Task to carry out.
Transcribe exactly each line of the entries, from the opening line to the line with "Series, Shown, Versus", with both of those lines included.

___

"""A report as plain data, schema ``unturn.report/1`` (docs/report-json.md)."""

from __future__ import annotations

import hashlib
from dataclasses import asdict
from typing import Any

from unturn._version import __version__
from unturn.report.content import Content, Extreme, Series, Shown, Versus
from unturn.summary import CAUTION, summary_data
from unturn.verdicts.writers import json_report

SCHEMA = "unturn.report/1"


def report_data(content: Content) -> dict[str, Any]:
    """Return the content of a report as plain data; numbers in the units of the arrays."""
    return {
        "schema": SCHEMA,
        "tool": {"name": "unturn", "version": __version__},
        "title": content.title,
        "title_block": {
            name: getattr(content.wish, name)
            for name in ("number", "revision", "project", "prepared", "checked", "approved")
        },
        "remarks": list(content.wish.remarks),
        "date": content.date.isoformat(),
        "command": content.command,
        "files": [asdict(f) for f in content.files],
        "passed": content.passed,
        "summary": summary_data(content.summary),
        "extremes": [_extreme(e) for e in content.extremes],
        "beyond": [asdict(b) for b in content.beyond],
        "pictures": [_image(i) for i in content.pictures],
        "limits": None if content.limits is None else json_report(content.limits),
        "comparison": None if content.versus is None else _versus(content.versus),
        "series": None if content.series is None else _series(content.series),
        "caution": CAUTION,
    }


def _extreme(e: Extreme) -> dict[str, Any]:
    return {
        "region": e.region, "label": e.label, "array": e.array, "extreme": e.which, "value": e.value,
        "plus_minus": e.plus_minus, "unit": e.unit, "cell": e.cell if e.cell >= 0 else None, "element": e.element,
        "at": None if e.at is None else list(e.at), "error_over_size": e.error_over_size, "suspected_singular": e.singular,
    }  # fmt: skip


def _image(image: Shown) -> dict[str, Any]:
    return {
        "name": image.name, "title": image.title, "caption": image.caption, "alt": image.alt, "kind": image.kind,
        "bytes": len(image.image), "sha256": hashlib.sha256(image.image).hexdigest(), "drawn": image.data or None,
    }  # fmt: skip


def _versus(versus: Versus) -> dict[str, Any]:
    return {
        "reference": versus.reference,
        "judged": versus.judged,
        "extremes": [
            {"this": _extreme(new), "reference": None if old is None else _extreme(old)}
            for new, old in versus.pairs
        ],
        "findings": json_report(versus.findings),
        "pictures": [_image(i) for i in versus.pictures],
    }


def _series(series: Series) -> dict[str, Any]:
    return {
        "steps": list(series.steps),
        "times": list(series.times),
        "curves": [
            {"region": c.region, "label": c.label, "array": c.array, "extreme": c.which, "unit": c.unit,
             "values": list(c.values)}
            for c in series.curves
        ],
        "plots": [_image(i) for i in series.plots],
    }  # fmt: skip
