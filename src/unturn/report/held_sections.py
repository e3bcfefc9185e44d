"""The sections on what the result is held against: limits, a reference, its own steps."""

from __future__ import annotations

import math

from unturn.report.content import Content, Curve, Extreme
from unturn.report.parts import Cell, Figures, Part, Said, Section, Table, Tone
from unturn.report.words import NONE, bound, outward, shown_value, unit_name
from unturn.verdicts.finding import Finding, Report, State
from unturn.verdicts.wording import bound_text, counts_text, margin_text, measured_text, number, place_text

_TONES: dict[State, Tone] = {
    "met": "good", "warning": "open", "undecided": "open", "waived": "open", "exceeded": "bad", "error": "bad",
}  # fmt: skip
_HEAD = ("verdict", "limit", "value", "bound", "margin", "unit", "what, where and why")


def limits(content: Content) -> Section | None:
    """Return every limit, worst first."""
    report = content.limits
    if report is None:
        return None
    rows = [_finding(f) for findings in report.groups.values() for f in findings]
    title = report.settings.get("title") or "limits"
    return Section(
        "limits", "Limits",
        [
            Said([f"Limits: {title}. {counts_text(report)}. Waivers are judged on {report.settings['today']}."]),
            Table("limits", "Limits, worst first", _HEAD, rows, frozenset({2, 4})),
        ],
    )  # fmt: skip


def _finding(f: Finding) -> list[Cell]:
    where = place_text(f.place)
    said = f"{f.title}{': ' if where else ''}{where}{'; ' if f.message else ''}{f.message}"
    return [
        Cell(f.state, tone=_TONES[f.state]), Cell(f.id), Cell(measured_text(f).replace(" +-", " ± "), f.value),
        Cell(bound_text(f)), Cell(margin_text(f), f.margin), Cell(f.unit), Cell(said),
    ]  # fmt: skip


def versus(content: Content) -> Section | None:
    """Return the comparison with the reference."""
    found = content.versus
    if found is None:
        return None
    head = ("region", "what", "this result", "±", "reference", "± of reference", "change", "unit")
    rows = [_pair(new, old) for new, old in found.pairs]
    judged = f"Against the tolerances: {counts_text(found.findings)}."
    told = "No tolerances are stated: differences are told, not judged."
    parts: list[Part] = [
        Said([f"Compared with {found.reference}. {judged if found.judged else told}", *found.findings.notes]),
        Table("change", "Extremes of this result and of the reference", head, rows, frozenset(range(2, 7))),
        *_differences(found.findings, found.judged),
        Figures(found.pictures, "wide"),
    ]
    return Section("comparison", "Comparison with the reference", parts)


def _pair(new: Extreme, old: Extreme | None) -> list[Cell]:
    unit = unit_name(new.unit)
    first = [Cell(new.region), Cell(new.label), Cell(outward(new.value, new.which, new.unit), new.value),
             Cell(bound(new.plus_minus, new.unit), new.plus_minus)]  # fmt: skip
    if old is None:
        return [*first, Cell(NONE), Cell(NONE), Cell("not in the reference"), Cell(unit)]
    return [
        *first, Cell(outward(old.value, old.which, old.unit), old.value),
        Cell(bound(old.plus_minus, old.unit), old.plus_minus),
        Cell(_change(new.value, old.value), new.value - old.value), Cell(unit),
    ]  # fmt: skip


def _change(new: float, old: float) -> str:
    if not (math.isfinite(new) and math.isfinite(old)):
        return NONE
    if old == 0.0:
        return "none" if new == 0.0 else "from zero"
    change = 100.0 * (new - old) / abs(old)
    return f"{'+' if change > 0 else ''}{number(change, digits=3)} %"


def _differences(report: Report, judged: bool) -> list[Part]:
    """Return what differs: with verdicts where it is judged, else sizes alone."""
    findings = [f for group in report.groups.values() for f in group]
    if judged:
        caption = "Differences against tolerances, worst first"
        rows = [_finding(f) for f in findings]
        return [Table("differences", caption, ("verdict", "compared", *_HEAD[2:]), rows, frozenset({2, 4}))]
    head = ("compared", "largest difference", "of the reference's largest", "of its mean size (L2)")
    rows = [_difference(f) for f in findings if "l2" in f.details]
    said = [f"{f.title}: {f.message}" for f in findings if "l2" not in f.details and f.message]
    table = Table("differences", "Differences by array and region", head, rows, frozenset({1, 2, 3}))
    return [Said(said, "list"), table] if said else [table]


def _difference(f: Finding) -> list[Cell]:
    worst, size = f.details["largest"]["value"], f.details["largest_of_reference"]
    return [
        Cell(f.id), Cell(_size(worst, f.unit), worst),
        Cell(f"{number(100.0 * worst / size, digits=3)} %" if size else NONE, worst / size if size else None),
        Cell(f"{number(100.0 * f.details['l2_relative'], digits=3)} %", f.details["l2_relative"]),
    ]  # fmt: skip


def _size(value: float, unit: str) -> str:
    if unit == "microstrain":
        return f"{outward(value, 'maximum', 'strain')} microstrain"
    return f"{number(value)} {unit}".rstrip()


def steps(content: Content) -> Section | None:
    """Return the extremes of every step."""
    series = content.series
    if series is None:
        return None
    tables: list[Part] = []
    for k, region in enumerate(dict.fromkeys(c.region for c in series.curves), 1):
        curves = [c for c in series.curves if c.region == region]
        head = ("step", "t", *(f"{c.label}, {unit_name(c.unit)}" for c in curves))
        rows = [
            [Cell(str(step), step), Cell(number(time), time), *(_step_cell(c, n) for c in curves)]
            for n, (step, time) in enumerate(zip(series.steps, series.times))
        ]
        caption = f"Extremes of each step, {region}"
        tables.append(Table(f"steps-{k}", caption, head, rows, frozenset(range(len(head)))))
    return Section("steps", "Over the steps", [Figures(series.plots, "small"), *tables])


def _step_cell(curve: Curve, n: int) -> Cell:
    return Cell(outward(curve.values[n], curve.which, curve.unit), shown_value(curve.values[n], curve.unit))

___

Exercise response.
"""A report as plain data, schema ``unturn.report/1`` (docs/report-json.md)."""

from __future__ import annotations

import hashlib
from dataclasses import asdict
from typing import Any

from unturn._version import __version__
from unturn.report.content import Content, Extreme, Series, Shown, Versus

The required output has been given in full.